Younes Abouyaacoub, el autor material del atropello de la Rambla, estaba solo y carecía de armas de fuego en los viñedos de Subirats el 21 de agosto pasado. No había nadie a su alrededor. No suponía un peligro cuando fue descubierto por los Mossos. Podían haberle disparado a las piernas, inspeccionado con un robot para asegurarse de que el chaleco con explosivos que vestía era falso y, después, hospitalizarle para poder más tarde interrogarle. Quizás hoy en día se sabría algo más sobre los atentados del 17 de agosto en Cataluña, que causaron 16 muertos, y sus ramificaciones internacionales. Los Mossos optaron, sin embargo, por disparar a matar.

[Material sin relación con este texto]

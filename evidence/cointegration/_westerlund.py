"""Westerlund's (2007) error-correction statistics and their period-resampling bootstrap (NumPy).

For each unit the conditional error-correction regression

    Δy_t = d_t'δ + α y_{t-1} + λ'x_{t-1} + Σ_{j=1..p} α_j Δy_{t-j} + Σ_{j=-q..p} γ_j'Δx_{t-j} + e_t

is fitted by OLS with the unit's lag order ``p`` and lead order ``q``. Units with the same ``(p, q)``
are fitted together.
"""

from __future__ import annotations

from typing import Any

import numpy as np

from evidence._hac import long_run_cov, newey_west_lags
from evidence.cointegration._data import batch_ols, deterministics, lag_matrix

__all__ = ["bootstrap_task", "ec_design", "select_orders", "westerlund_raw"]


def ec_design(y: np.ndarray, x: np.ndarray, p: int, q: int, trend: str, *,
              start: int | None = None, stop: int | None = None) -> dict[str, np.ndarray]:
    """Regressand and regressors of the error-correction regression for units ``y`` (n, T).

    Rows are periods ``start..stop-1`` (0-based, default: all usable ones, ``p+1 .. T-q-1``).
    Column order: deterministics, ``y_{t-1}``, ``x_{t-1}``, lagged ``Δy``, ``Δx_{t-j}`` for
    ``j = -q..p``. Also returns the index of ``y_{t-1}`` and of the ``Δx`` block.
    """
    n_units, n_years, k = x.shape
    start = p + 1 if start is None else start
    stop = n_years - q if stop is None else stop
    dy = np.concatenate([np.full((n_units, 1), np.nan), np.diff(y, axis=1)], axis=1)
    dx = np.concatenate([np.full((n_units, 1, k), np.nan), np.diff(x, axis=1)], axis=1)
    rows = slice(start, stop)
    d0 = deterministics(trend, n_years)[rows]
    parts = [np.broadcast_to(d0, (n_units,) + d0.shape),
             lag_matrix(y, [1])[:, rows], lag_matrix(np.moveaxis(x, 2, 1), [1])[:, :, rows, 0]
             .transpose(0, 2, 1)]
    if p:
        parts.append(lag_matrix(dy, list(range(1, p + 1)))[:, rows])
    dx_lags = [lag_matrix(dx[:, :, m], list(range(-q, p + 1)))[:, rows] for m in range(k)]
    parts.extend(dx_lags)
    z = np.concatenate(parts, axis=2)
    n_det = d0.shape[1]
    first_dx = n_det + 1 + k + p
    return {"dy": dy[:, rows], "z": z, "iy": np.array(n_det), "dx_cols": np.arange(first_dx, z.shape[2])}


def select_orders(y: np.ndarray, x: np.ndarray, lags: int | str, leads: int | str, *,
                  max_lags: int, max_leads: int, trend: str) -> tuple[np.ndarray, np.ndarray]:
    """Each unit's ``(p, q)``: fixed, or the AIC minimum on the sample common to all candidates."""
    n_units, n_years, _ = x.shape
    p_grid = range(max_lags + 1) if lags == "aic" else [int(lags)]
    q_grid = range(max_leads + 1) if leads == "aic" else [int(leads)]
    start, stop = max(p_grid) + 1, n_years - max(q_grid)
    best = np.full(n_units, np.inf)
    p_out = np.zeros(n_units, dtype=int)
    q_out = np.zeros(n_units, dtype=int)
    for p in p_grid:
        for q in q_grid:
            des = ec_design(y, x, p, q, trend, start=start, stop=stop)
            _, resid, _ = batch_ols(des["dy"], des["z"])
            nobs = resid.shape[1]
            aic = np.log(np.sum(resid ** 2, axis=1) / nobs) + 2.0 * des["z"].shape[2] / nobs
            better = aic < best - 1e-12
            best = np.where(better, aic, best)
            p_out = np.where(better, p, p_out)
            q_out = np.where(better, q, q_out)
    return p_out, q_out


def westerlund_raw(y: np.ndarray, x: np.ndarray, p_i: np.ndarray, q_i: np.ndarray,
                   trend: str) -> dict[str, Any]:
    """Gt, Ga, Pt, Pa before standardisation, and the unit pieces (see ``westerlund_test``)."""
    n_units = y.shape[0]
    alpha = np.empty(n_units)
    se = np.empty(n_units)
    alpha1 = np.empty(n_units)
    sigma = np.empty(n_units)
    nobs = np.empty(n_units)
    yy = np.empty(n_units)
    ydy = np.empty(n_units)
    for p, q in sorted(set(zip(p_i.tolist(), q_i.tolist()))):
        idx = np.flatnonzero((p_i == p) & (q_i == q))
        des = ec_design(y[idx], x[idx], p, q, trend)
        z, dy, iy = des["z"], des["dy"], int(des["iy"])
        coef, resid, xtx_inv = batch_ols(dy, z)
        t_len, n_par = z.shape[1], z.shape[2]
        s2 = np.sum(resid ** 2, axis=1) / (t_len - n_par)
        alpha[idx] = coef[:, iy]
        se[idx] = np.sqrt(s2 * xtx_inv[:, iy, iy])
        sigma[idx] = np.sqrt(s2)
        nobs[idx] = t_len
        # alpha_i(1) = omega_u / omega_y: long-run standard deviations of u = e + γ(L)'Δx and of Δy.
        u = resid + np.einsum("ntk,nk->nt", z[:, :, des["dx_cols"]], coef[:, des["dx_cols"]])
        pair = np.stack([u, dy], axis=2)
        if trend != "none":
            pair = pair - pair.mean(axis=1, keepdims=True)
        omega = long_run_cov(pair, newey_west_lags(t_len))[1]
        alpha1[idx] = np.sqrt(omega[:, 0, 0] / omega[:, 1, 1])
        # Pooled pieces: y_{t-1} and Δy net of the other regressors.
        others = np.delete(z, iy, axis=2)
        _, y_tilde, _ = batch_ols(z[:, :, iy], others)
        _, dy_tilde, _ = batch_ols(dy, others)
        yy[idx] = np.sum(y_tilde ** 2, axis=1)
        ydy[idx] = np.sum(y_tilde * dy_tilde, axis=1) / alpha1[idx]
    alpha_pool = np.sum(ydy) / np.sum(yy)
    s_n = np.mean(sigma / alpha1)
    se_pool = s_n / np.sqrt(np.sum(yy))
    t_mean = float(np.mean(nobs))
    return {"Gt": float(np.mean(alpha / se)), "Ga": float(np.mean(nobs * alpha / alpha1)),
            "Pt": float(alpha_pool / se_pool), "Pa": float(t_mean * alpha_pool),
            "alpha": alpha, "se": se, "alpha1": alpha1, "nobs": nobs}


def _null_model(y: np.ndarray, x: np.ndarray, p_i: np.ndarray, q_i: np.ndarray,
                trend: str) -> dict[str, Any]:
    """The regression without the error-correction terms (H0), unit by unit: coefficients, residuals."""
    n_units, n_years, k = x.shape
    resid = np.full((n_units, n_years), np.nan)
    ar = np.zeros((n_units, max(int(p_i.max()), 1)))
    gam = np.zeros((n_units, k, int(q_i.max()) + int(p_i.max()) + 1))
    for p, q in sorted(set(zip(p_i.tolist(), q_i.tolist()))):
        idx = np.flatnonzero((p_i == p) & (q_i == q))
        des = ec_design(y[idx], x[idx], p, q, trend)
        n_det = int(des["iy"])
        keep = [c for c in range(des["z"].shape[2]) if not n_det <= c < n_det + 1 + k]
        coef, res, _ = batch_ols(des["dy"], des["z"][:, :, keep])
        resid[idx, p + 1:n_years - q] = res
        ar[idx, :p] = coef[:, n_det:n_det + p]
        g = coef[:, n_det + p:].reshape(len(idx), k, p + q + 1)
        qmax = int(q_i.max())
        gam[idx, :, qmax - q:qmax + p + 1] = g
    return {"resid": resid, "ar": ar, "gamma": gam, "qmax": int(q_i.max())}


def _rebuild(dx_star: np.ndarray, e_star: np.ndarray, null: dict[str, Any]) -> np.ndarray:
    """Δy* from the null model's dynamics, the resampled Δx* (n, T, k) and residuals e* (n, T)."""
    n_units, n_years = e_star.shape
    ar, gam, qmax = null["ar"], null["gamma"], null["qmax"]
    width = gam.shape[2]
    dy = np.zeros((n_units, n_years))
    for t in range(n_years):
        value = e_star[:, t].copy()
        for j in range(1, ar.shape[1] + 1):
            if t - j >= 0:
                value += ar[:, j - 1] * dy[:, t - j]
        for c in range(width):
            lag = c - qmax                       # column c holds Δx_{t-lag}
            s = t - lag
            if 0 <= s < n_years:
                value += np.einsum("nk,nk->n", gam[:, :, c], dx_star[:, s])
        dy[:, t] = value
    return dy


def bootstrap_task(task: dict[str, Any]) -> tuple[float, float, float, float]:
    """One bootstrap replication: resample whole periods of residuals, rebuild y under H0, recompute.

    The regressors stay as observed; the residual vectors of all units are drawn together (blocks
    of ``task["block"]`` consecutive periods, circular), so the dependence between units is kept,
    and ``Δy*`` follows the fitted short-run dynamics of the model without error correction.
    """
    rng = np.random.default_rng(task["seed"])
    y, x, p_i, q_i, trend = task["y"], task["x"], task["p"], task["q"], task["trend"]
    null = task["null"]
    periods = np.flatnonzero(~np.isnan(null["resid"]).any(axis=0))
    n_years = y.shape[1]
    block = task["block"]
    # circular blocks: every period equally likely, so the draws keep the pool's zero mean
    starts = rng.integers(0, len(periods), size=n_years // block + 1)
    draw = periods[((starts[:, None] + np.arange(block)[None, :]) % len(periods)).ravel()[:n_years]]
    dx = np.diff(x, axis=1)
    dx = np.concatenate([dx[:, :1] * 0.0, dx], axis=1)
    e_star = null["resid"][:, draw]  # the pool has mean zero (constant in the null model)
    y_star = np.cumsum(_rebuild(dx, e_star, null), axis=1)
    raw = westerlund_raw(y_star, x, p_i, q_i, trend)
    return raw["Gt"], raw["Ga"], raw["Pt"], raw["Pa"]


def null_model(y: np.ndarray, x: np.ndarray, p_i: np.ndarray, q_i: np.ndarray,
               trend: str) -> dict[str, Any]:
    """Public alias of the H0 fit used to set up the bootstrap."""
    return _null_model(y, x, p_i, q_i, trend)
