def johansen_test(y: Any, x: Any, *, trend: str = "constant", lags: int = 1) -> JohansenResult:
    """Johansen trace and maximum-eigenvalue tests (statsmodels ``coint_johansen``).

    H0 of the row for rank r: at most r cointegrating vectors (trace) / exactly r against r + 1
    (max-eigenvalue). Read the ranks from the top; the first non-rejection gives the rank.

    Notes
    -----
    VECM of ``z_t = (y_t, x_t')'`` with ``lags`` lagged differences; ``trend`` maps to statsmodels
    ``det_order`` ("none" → -1, "constant" → 0, "trend" → 1). Critical values are Osterwald-Lenum's (1992) as
    shipped by statsmodels, which gives no p-values: ``pvalue`` is NaN and the decision is read
    from the critical values.

    References
    ----------
    johansen1991 (see the module docstring).
    """
    trend = check_trend(trend)
    lags = option_int("lags", lags, 0)
    ys, xs = _inputs(y, x, min_obs=(1 + xs_min(x)) * (lags + 2) + 8, purpose="johansen_test")
    data = np.column_stack([ys.to_numpy(), xs.to_numpy()])
    res = coint_johansen(data, _JOHANSEN_DET[trend], lags)
    results = []
    for kind, stat, cvs in (("trace", res.lr1, res.cvt), ("max-eigenvalue", res.lr2, res.cvm)):
        for r in range(data.shape[1]):
            results.append(TestResult(
                test=f"Johansen {kind} r<={r}" if kind == "trace" else f"Johansen {kind} r={r}",
                statistic=stat[r], pvalue=float("nan"),
                critical_values={0.10: cvs[r, 0], 0.05: cvs[r, 1], 0.01: cvs[r, 2]},
                null=(f"at most {r} cointegrating vectors" if kind == "trace"
                      else f"{r} cointegrating vectors"),
                alternative=f"more than {r}" if kind == "trace" else f"{r + 1} cointegrating vectors",
                nobs=len(ys), details={"statistic": f"{kind} {r}", "trend": trend, "lags": lags,
                                       "eigenvalue": float(res.eig[r]),
                                       "reject_5": bool(stat[r] > cvs[r, 1])},
                reference="johansen1991", warnings=(_NO_PVALUE,)))
    return JohansenResult(test="Johansen", results=tuple(results),
                          details={"trend": trend, "lags": lags, "eigenvalues": res.eig.tolist()},
                          reference="johansen1991")


_CASES = {"none": 1, "constant": 3, "trend": 5}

La muerte de Abouyaacoub es uno de los numerosos fallos policiales que, antes y después de los atentados de Barcelona y Cambrils, se produjeron en Cataluña, la comunidad de España con más alto es riesgo terrorista. Algunos son quizás achacables a las Fuerzas de Seguridad del Estado, pero la mayoría recaen aparentemente sobre los Mossos. Albert Rivera, el líder de Ciudadanos, pidió la creación de una comisión de investigación parlamentaria no para exigir responsabilidades políticas, sino para diagnosticar errores y formular propuestas para corregirlos.

Tuvo una pésima acogida por parte del PP y peor aún por el PSOE. Su portavoz parlamentaria, Margarita Robles, tachó la iniciativa de 'frivolidad' y acusó a Ciudadanos de convertir "la lucha antiterrorista en un elemento de confrontación política". Dos meses y medio después del 11-M sí se creó una comisión parlamentaria de investigación, con el apoyo de socialistas y populares, que preconizó cambios legislativos que mejoraron la lucha contra la violencia yihadista.

En EE UU, después del 11-S, y más recientemente en Francia y Bélgica se pusieron también en pie comisiones parlamentarias cuyos informes sobre los atentados que padecieron están colgados en sus webs. En el Reino Unido, el Gobierno trasladó en diciembre a la Cámara de los Comunes, para ser debatido, un informe independiente en el que se asegura que el MI5 (inteligencia interior) hubiese podido impedir el ataque contra el Manchester Arena que costó 22 vidas.

Curiosamente, solo los nacionalistas catalanes de ERC se mostraron, por boca de su diputado Gabriel Rufián, favorables a la propuesta de Ciudadanos porque permitirá saber "qué relación tenía el imán de Ripoll [cerebro de los atentados de Cataluña] con el CNI". La memoria de Rufián es selectiva, porque antes de que OK Diario desvelase esta relación también destapó la llamada telefónica que un mosso hizo a Abouyaacoub justo cuando iba camino de perpetrar el atropello de la Rambla. De esto en ERC no se acuerdan.